Fonti e Bibl.: M.G. Paolini, A. G., Palermo 1974; Id., in IX mostra di opere d'arte restaurate, Palermo 1974, pp. 159 s.; D. Malignaggi, L'effimero barocco negli studi, rilievi e progetti di Giacomo Amato conservati nella Galleria regionale di Sicilia, in Boll. dei beni culturali e ambientali di Sicilia, II (1981), 3-4, pp. 32, 34, 37 s.; M.G. Paolini, Aggiunte al G. e altre precisazioni sulla pittura palermitana tra Sei e Settecento, in Scritti in onore di Ottavio Morisani, Catania 1982, pp. 309-360; Id., in XII catalogo di opere d'arte restaurate (1978-81), Palermo 1984, pp. 187-189; D. Malignaggi, Le arti figurative del Settecento in Sicilia, in La Sicilia nel Settecento, II, Messina 1986, pp. 714, 716 s., 722, 724; C. Siracusano, La pittura del Settecento in Sicilia, Roma 1986, pp. 180-190 e ad indicem (con bibl.); Id., La pittura del Settecento in Sicilia, in La pittura in Italia.

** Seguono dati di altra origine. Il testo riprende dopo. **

package org.steamwitness.evaluate.criteria;

import static org.assertj.core.api.Assertions.assertThat;
import static org.assertj.core.api.Assertions.within;

import java.util.Arrays;
import java.util.List;
import java.util.Map;
import java.util.Optional;
import java.util.OptionalDouble;
import org.junit.jupiter.api.Test;
import org.junit.jupiter.params.ParameterizedTest;
import org.junit.jupiter.params.provider.CsvSource;
import org.steamwitness.evaluate.Bench;
import org.steamwitness.evaluate.Evaluation;
import org.steamwitness.evaluate.criteria.Verdict.Outcome;
import org.steamwitness.finding.Finding;
import org.steamwitness.finding.FindingKind;
import org.steamwitness.finding.Position;
import org.steamwitness.finding.Severity;
import org.steamwitness.plan.DecisionRule;
import org.steamwitness.plan.LethalityAim;
import org.steamwitness.plan.LethalityUnit;
import org.steamwitness.plan.Limit;
import org.steamwitness.plan.LimitKind;
import org.steamwitness.plan.Measure;
import org.steamwitness.plan.ProbeChoice;
import org.steamwitness.quantity.Datum;
import org.steamwitness.trace.Place;
import org.steamwitness.trace.Reading;
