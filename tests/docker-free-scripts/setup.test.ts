import { mkdirSync, mkdtempSync, statSync, writeFileSync } from 'node:fs';
import { createServer } from 'node:net';
import { tmpdir } from 'node:os';
import { join } from 'node:path';
import { describe, expect, it } from 'vitest';
import { administratorPassword } from '@/docker-free-scripts/setup/cluster.mjs';
import { checkNodeVersion } from '@/docker-free-scripts/setup/node-modules.mjs';
import { freePort, isPortFree } from '@/docker-free-scripts/setup/ports.mjs';
import { findPostgresBinaries } from '@/docker-free-scripts/setup/postgres-binaries.mjs';
import { run } from '@/docker-free-scripts/setup/run.mjs';
import { readPort } from '@/docker-free-scripts/setup/serve.mjs';
import { sourceHash } from '@/docker-free-scripts/setup/source-hash.mjs';
import { closingLine, countsOf } from '@/docker-free-scripts/setup/stages.mjs';

const temporary = () => mkdtempSync(join(tmpdir(), 'marlwick-setup-'));

describe('the set-up', () => {
  it.each(['20.9.0', '20.20.2', '22.1.0'])('accepts Node %s', (version) => {
    expect(() => checkNodeVersion(version)).not.toThrow();
  });

  it.each(['18.19.0', '20.8.1'])('refuses Node %s in one sentence', (version) => {
    expect(() => checkNodeVersion(version)).toThrow(/too old: Marlwick needs Node 20\.9 or later/);
  });

  it.each([
    [undefined, 3100],
    ['', 3100],
    ['8080', 8080],
  ])('reads PORT=%j as %d', (text, port) => {
    expect(readPort(text)).toBe(port);
  });

  it.each(['0', '70000', 'http', '31.5'])('refuses PORT=%s in one sentence', (text) => {
    expect(() => readPort(text)).toThrow(/is no port/);
  });

  it('tells a busy port from a free one', async () => {
    const port = await freePort();
    expect(await isPortFree(port)).toBe(true);
    const holder = createServer().listen(port, '127.0.0.1');
    await new Promise((resolve) => holder.once('listening', resolve));
    expect(await isPortFree(port)).toBe(false);
    await new Promise((resolve) => holder.close(resolve));
  });

  it('keeps the database’s password beside its data, for this user only: a new clone finds both', () => {
    const folder = temporary();
    const made = administratorPassword(folder);
    expect(made).toMatch(/^[0-9a-f]{48}$/);
    expect(administratorPassword(folder)).toBe(made);
    expect(administratorPassword(temporary())).not.toBe(made);
    expect(statSync(join(folder, 'administrator-password')).mode & 0o777).toBe(0o600);
  });

  it('takes the newest PostgreSQL server that is new enough and whole', () => {
    const root = temporary();
    for (const version of ['13', '15', '17', '18']) {
      mkdirSync(join(root, version, 'bin'), { recursive: true });
      if (version !== '18') writeFileSync(join(root, version, 'bin', 'initdb'), '');
    }
    expect(findPostgresBinaries(root)).toBe(join(root, '17', 'bin'));
    expect(findPostgresBinaries(join(root, 'nowhere'))).toBeNull();
  });

  it('hashes names and contents of what a build is made of, and nothing else', () => {
    const root = temporary();
    mkdirSync(join(root, 'lib'));
    writeFileSync(join(root, 'lib', 'a.ts'), 'one');
    const first = sourceHash(root);
    writeFileSync(join(root, 'README.md'), 'words');
    expect(sourceHash(root)).toBe(first);
    writeFileSync(join(root, 'lib', 'a.ts'), 'two');
    const second = sourceHash(root);
    expect(second).not.toBe(first);
    writeFileSync(join(root, 'lib', 'b.ts'), '');
    expect(sourceHash(root)).not.toBe(second);
  });

  it('answers a command that does not exist with a code, not a crash', async () => {
    expect(await run('no-such-program-here', [])).toMatchObject({ code: 127 });
  });
});

describe('the closing line', () => {
  const report = (passed: number, failed: number, pending = 0, todo = 0) =>
    JSON.stringify({
      numPassedTests: passed,
      numFailedTests: failed,
      numPendingTests: pending,
      numTodoTests: todo,
    });

  it('adds the stages up', () => {
    expect(closingLine([countsOf(report(3, 0)), countsOf(report(4, 1))])).toBe(
      '7 passed, 1 failed',
    );
  });

  it('does not hide a skipped or promised test', () => {
    expect(closingLine([countsOf(report(3, 0, 1, 1))])).toBe('3 passed, 0 failed, 2 skipped');
  });
});
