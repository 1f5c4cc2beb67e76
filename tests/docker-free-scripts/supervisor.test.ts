import { existsSync, mkdtempSync, readFileSync } from 'node:fs';
import { tmpdir } from 'node:os';
import { join } from 'node:path';
import { describe, expect, it } from 'vitest';
import { freePort } from '@/docker-free-scripts/setup/ports.mjs';
import { Supervisor } from '@/docker-free-scripts/setup/supervisor.mjs';

const folder = mkdtempSync(join(tmpdir(), 'marlwick-supervisor-'));
const diary = join(folder, 'diary');

const node = (name: string, script: string) => ({
  name: `test-${name}`,
  command: process.execPath,
  args: [
    '-e',
    `const fs = require('fs'); const write = (w) => fs.appendFileSync(${JSON.stringify(diary)}, w + ' '); ${script}`,
  ],
});

const LIVES = (name: string) =>
  `process.on('SIGTERM', () => { write('${name}-down'); process.exit(0); }); setInterval(() => {}, 1000); write('${name}-up');`;

const written = () => (existsSync(diary) ? readFileSync(diary, 'utf8').trim().split(' ') : []);
const until = async (condition: () => boolean): Promise<void> => {
  for (let tries = 0; tries < 400 && !condition(); tries++) {
    await new Promise((resolve) => setTimeout(resolve, 25));
  }
  expect(condition()).toBe(true);
};

describe('the supervisor', () => {
  it('stops what it started, last first', async () => {
    const supervisor = new Supervisor();
    await supervisor.start(node('first', LIVES('first')));
    await supervisor.start(node('second', LIVES('second')));
    await until(() => written().length === 2);
    await supervisor.stop();
    expect(written().slice(2)).toEqual(['second-down', 'first-down']);
  });

  it('tells in one sentence when a program falls', async () => {
    const supervisor = new Supervisor();
    await supervisor.start(node('faller', 'process.exit(3)'));
    expect(await supervisor.fallen).toMatch(
      /^test-faller ended unexpectedly \(exit 3\); .*\.log says why\.$/,
    );
    await supervisor.stop();
  });

  it('says so when a program ends before it is ready', async () => {
    const supervisor = new Supervisor();
    const port = await freePort();
    await expect(
      supervisor.start({
        ...node('early', 'process.exit(1)'),
        healthUrl: `http://127.0.0.1:${port}/`,
      }),
    ).rejects.toThrow(/ended while starting/);
  });

  it('kills at once what it is told to kill', async () => {
    const supervisor = new Supervisor();
    await supervisor.start(
      node(
        'deaf',
        `process.on('SIGTERM', () => {}); setInterval(() => {}, 1000); write('deaf-up');`,
      ),
    );
    await until(() => written().includes('deaf-up'));
    supervisor.kill();
    await supervisor.stop();
    expect(written()).not.toContain('deaf-down');
  });
});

Il Settecento, II, Milano 1989, pp. 518-520; E. De Castro, I luoghi del Novelli, Palermo s.d. (ma 1990), p. 35; Pietro Novelli e il suo ambiente (catal.), Palermo 1990, p. 324; M. Guttilla, Esotismo, culto liturgico e leggenda. La tradizione figurativa dell'adorazione dei magi nel Settecento, in In epiphania Domini. L'adorazione dei magi nell'arte siciliana, (catal.), a cura di M.C. Di Natale - V. Abbate, Palermo 1992, p. 105; G. Barbera, in XV catalogo di opere d'arte restaurate (1986-1990), Palermo 1994, pp. 123-126; F. Mineo, in L. Sarullo, Diz. degli artisti siciliani, a cura di M.A. Spadaro, II, Palermo 1994, pp. 241 s.; D. Malignaggi, in Maestri del disegno nelle collezioni di Palazzo Abatellis (catal.), a cura di V. Abbate, Palermo 1995, pp. 244 s.; M. Giuffré, Architettura e decorazione negli oratori serpottiani, in Giacomo Serpotta. Architettura e apparati decorativi settecenteschi a Palermo (catal., Parigi), a cura di L. Foderà, Palermo 1996, pp. 30, 32, 37; P. Palazzotto, Gli oratori di Palermo, Palermo 1999, pp. 43, 51, 82, 124, 207, 223; U. Thieme - F. Becker, Künstlerlexikon, XIV, p. 518.